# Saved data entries

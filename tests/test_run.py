"""The main job: a tiny real run, its folder, reproduction, resume after a kill."""

from __future__ import annotations

import json
import os
import signal
import subprocess
import sys
import textwrap
import time
from pathlib import Path

import numpy as onp
import pytest

from chiropt.cli import main
from chiropt.design import load_design
from chiropt.export import read_front_csv
from chiropt.goals import GoalProblem, load_goal
from chiropt.run import FEASIBILITY_TOL, run_goal, run_goal_file
from chiropt.sensitivity import compute_quantities
from chiropt.store import EvaluationStore, StoreMismatchError
from test_processes import _count
from scenarios import SPHERE_ON_GLASS


DESIGN = SPHERE_ON_GLASS

OBJ = "  - {maximize: g, at_nm: 700}\n  - {maximize: docp, at_nm: 700}\n"
CON = "  - {metric: u, min: 0.5, at_nm: 700}\n"

TINY = (DESIGN + """\
variables:
  particles[0].radius_nm: {min: 50, max: 110}
  lattice.period_nm: {min: 300, max: 520}
objectives:
""" + OBJ + "constraints:\n" + CON + """\
  - {fabrication: min_gap_nm, value: 40}
search:
  algorithm: SLSQP
  starts: 2
  max_evals_per_start: 8
  front: {method: epsilon-constraint, points: 3}
seed: 5
""")


def _write(tmp_path, text=TINY, name="tiny.yaml") -> Path:
    p = tmp_path / name
    p.write_text(textwrap.dedent(text))
    return p


def _store_rows(run_dir: Path) -> dict:
    recs = EvaluationStore(run_dir / "evaluations.sqlite").records()
    return {(r.stage, r.start, r.seq): (r.x.tolist(), r.evaluation.status,
                                        json.dumps(dict(r.evaluation.metrics), sort_keys=True))
            for r in recs}


@pytest.fixture(scope="module")
def tiny_run(tmp_path_factory):
    tmp = tmp_path_factory.mktemp("tiny")
    (goal,) = load_goal(_write(tmp))
    summary = run_goal(goal, out=tmp / "runs", workers=0, progress=False)
    return goal, summary


def test_run_folder_layout(tiny_run):
    goal, s = tiny_run
    assert s.status == "complete" and s.run_dir.name == "tiny-Si"
    for name in ("goal.resolved.yaml", "evaluations.sqlite", "front.csv", "front.png",
                 "convergence.png", "run.log"):
        assert (s.run_dir / name).exists(), name
    header, rows = read_front_csv(s.run_dir / "front.csv")
    assert any(h.startswith("hypervolume = ") for h in header)
    assert len(rows) == len(s.front) >= 2 and s.candidates
    assert set(problem_paths(goal)) <= set(rows[0])
    # the resolved goal is itself a valid goal file
    (again,) = load_goal(s.run_dir / "goal.resolved.yaml")
    assert again.to_dict()["variables"] == goal.to_dict()["variables"]


def problem_paths(goal):
    return [v.path for v in goal.variables]


def test_front_reevaluated_reproduces_the_store(tiny_run):
    # front points re-evaluated reproduce stored metrics to 1e-9 (docs/getting-started.md §4)
    goal, s = tiny_run
    assert s.reproduce_max_dev <= 1e-9
    P = GoalProblem(goal)
    store = {tuple(r.x): r for r in EvaluationStore(s.run_dir / "evaluations.sqlite").records()}
    for row in s.front:
        x = onp.array([row[p] for p in P.paths])
        stored = store[tuple(x)].evaluation.metrics["quantities"]
        fresh = compute_quantities(P.design_at(x))
        for k, v in stored.items():
            assert onp.allclose(fresh[k], v, rtol=1e-9, atol=1e-12), k


def test_every_reported_design_satisfies_the_constraints(tiny_run):
    goal, s = tiny_run
    P = GoalProblem(goal)
    for row in s.front:
        assert row["feasible"] is True
        ev = P.evaluate(onp.array([row[p] for p in P.paths]), False)
        assert ev.status == "ok" and onp.all(ev.g <= FEASIBILITY_TOL)
        # and directly from the definitions: gap = period - 2 r (square lattice, one sphere)
        assert row["lattice.period_nm"] - 2 * row["particles[0].radius_nm"] >= 40 - 1e-4


def test_front_is_non_dominated(tiny_run):
    goal, s = tiny_run
    F = s.front_objectives * onp.array([1 if o.sense == "max" else -1 for o in goal.objectives])
    for a in F:  # Pareto dominance by definition (maximization form)
        assert not onp.any(onp.all(F >= a, axis=1) & onp.any(F > a, axis=1))


def test_candidate_files_evaluate_to_the_stored_values(tiny_run, capsys):
    goal, s = tiny_run
    P = GoalProblem(goal)
    store = {tuple(r.x): r for r in EvaluationStore(s.run_dir / "evaluations.sqlite").records()}
    for path in s.candidates:
        j = int(path.stem[1:])
        row = s.front[j]
        x = tuple(float(row[p]) for p in P.paths)
        stored = store[x].evaluation.metrics["quantities"]
        q = compute_quantities(load_design(path))
        for k, v in stored.items():
            assert onp.allclose(q[k], v, rtol=1e-9, atol=1e-12), (path.name, k)
    # and through the command line, as a user would
    path = s.candidates[0]
    assert main(["evaluate", str(path), "--json"]) == 0
    out = json.loads(capsys.readouterr().out)
    row = s.front[int(path.stem[1:])]
    stored = store[tuple(float(row[p]) for p in P.paths)].evaluation.metrics["quantities"]
    assert onp.allclose(out["R"]["+1"], stored["R+1"], rtol=1e-9, atol=1e-12)


def test_another_goal_in_the_same_folder_is_refused(tiny_run):
    goal, s = tiny_run
    from dataclasses import replace

    with pytest.raises(StoreMismatchError):
        run_goal(replace(goal, seed=goal.seed + 1), out=s.run_dir.parent, workers=0,
                 progress=False)


def test_resume_after_kill_gives_the_uninterrupted_store(tmp_path, tiny_run):
    # kill -9 at any moment: the same command resumes, losing nothing (docs/getting-started.md §4)
    _, reference = tiny_run
    goal_file = _write(tmp_path)
    out = tmp_path / "runs"
    db = out / "tiny-Si" / "evaluations.sqlite"
    env = dict(os.environ, PYTHONPATH=str(Path(__file__).resolve().parent.parent))
    proc = subprocess.Popen([sys.executable, "-m", "chiropt.cli", "run", str(goal_file),
                             "--out", str(out), "--workers", "0", "--quiet"], env=env,
                            stdout=subprocess.DEVNULL, stderr=subprocess.DEVNULL)
    t0 = time.time()
    while _count(db) < 25 and proc.poll() is None and time.time() - t0 < 60:
        time.sleep(0.05)
    proc.send_signal(signal.SIGKILL)
    proc.wait()
    killed_at = _count(db)
    assert 0 < killed_at < len(_store_rows(reference.run_dir))
    (goal,) = load_goal(goal_file)
    summary = run_goal(goal, out=out, workers=0, progress=False)
    assert summary.status == "complete"
    assert _store_rows(summary.run_dir) == _store_rows(reference.run_dir)


def test_wall_time_budget_stops_cleanly_and_resumes(tmp_path, tiny_run):
    _, reference = tiny_run
    (goal,) = load_goal(_write(tmp_path, TINY + "budget: {wall_time: 1s}\n"))
    from dataclasses import replace

    from chiropt.goals.schema import Budget

    short = replace(goal, budget=Budget(wall_time_s=1e-3, wall_time_text="0.001s"))
    s1 = run_goal(short, out=tmp_path / "runs", workers=0, progress=False)
    assert s1.status.startswith("stopped") and (s1.run_dir / "front.csv").exists()
    s2 = run_goal(goal.__class__(**{**goal.__dict__, "budget": Budget()}),
                  out=tmp_path / "runs", workers=0, progress=False)
    assert s2.status == "complete"
    assert _store_rows(s2.run_dir) == _store_rows(reference.run_dir)


def test_several_materials_and_comparison_plot(tmp_path):
    text = TINY.replace("seed: 5\n", "seed: 5\nmaterials: [Si, TiO2]\n").replace(
        "starts: 2", "starts: 1").replace("max_evals_per_start: 8", "max_evals_per_start: 4")
    summaries = run_goal_file(_write(tmp_path, text, "cmp.yaml"), out=tmp_path / "runs",
                              workers=0, progress=False)
    assert [s.run_dir.name for s in summaries] == ["cmp-Si", "cmp-TiO2"]
    assert (tmp_path / "runs" / "cmp-compare.png").exists()


def test_cli_goal_explain_and_bad_goal(tmp_path, capsys):
    assert main(["goal", "--explain"]) == 0
    assert "variables" in capsys.readouterr().out
    bad = _write(tmp_path, TINY.replace("seed: 5", "sead: 5"), "bad.yaml")
    assert main(["run", str(bad), "--out", str(tmp_path), "--workers", "0", "--quiet"]) == 2
    err = capsys.readouterr().err
    assert "did you mean 'seed'" in err and "bad.yaml:" in err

# Task to complete
Every line from the line containing "assert not onp.any(onp.all(F" through the line containing "atol=1e-12), (path.name, k)" in the records above must be retyped exactly. Leave out the rest.

# Solution for this exercise
        assert not onp.any(onp.all(F >= a, axis=1) & onp.any(F > a, axis=1))


def test_candidate_files_evaluate_to_the_stored_values(tiny_run, capsys):
    goal, s = tiny_run
    P = GoalProblem(goal)
    store = {tuple(r.x): r for r in EvaluationStore(s.run_dir / "evaluations.sqlite").records()}
    for path in s.candidates:
        j = int(path.stem[1:])
        row = s.front[j]
        x = tuple(float(row[p]) for p in P.paths)
        stored = store[x].evaluation.metrics["quantities"]
        q = compute_quantities(load_design(path))
        for k, v in stored.items():
            assert onp.allclose(q[k], v, rtol=1e-9, atol=1e-12), (path.name, k)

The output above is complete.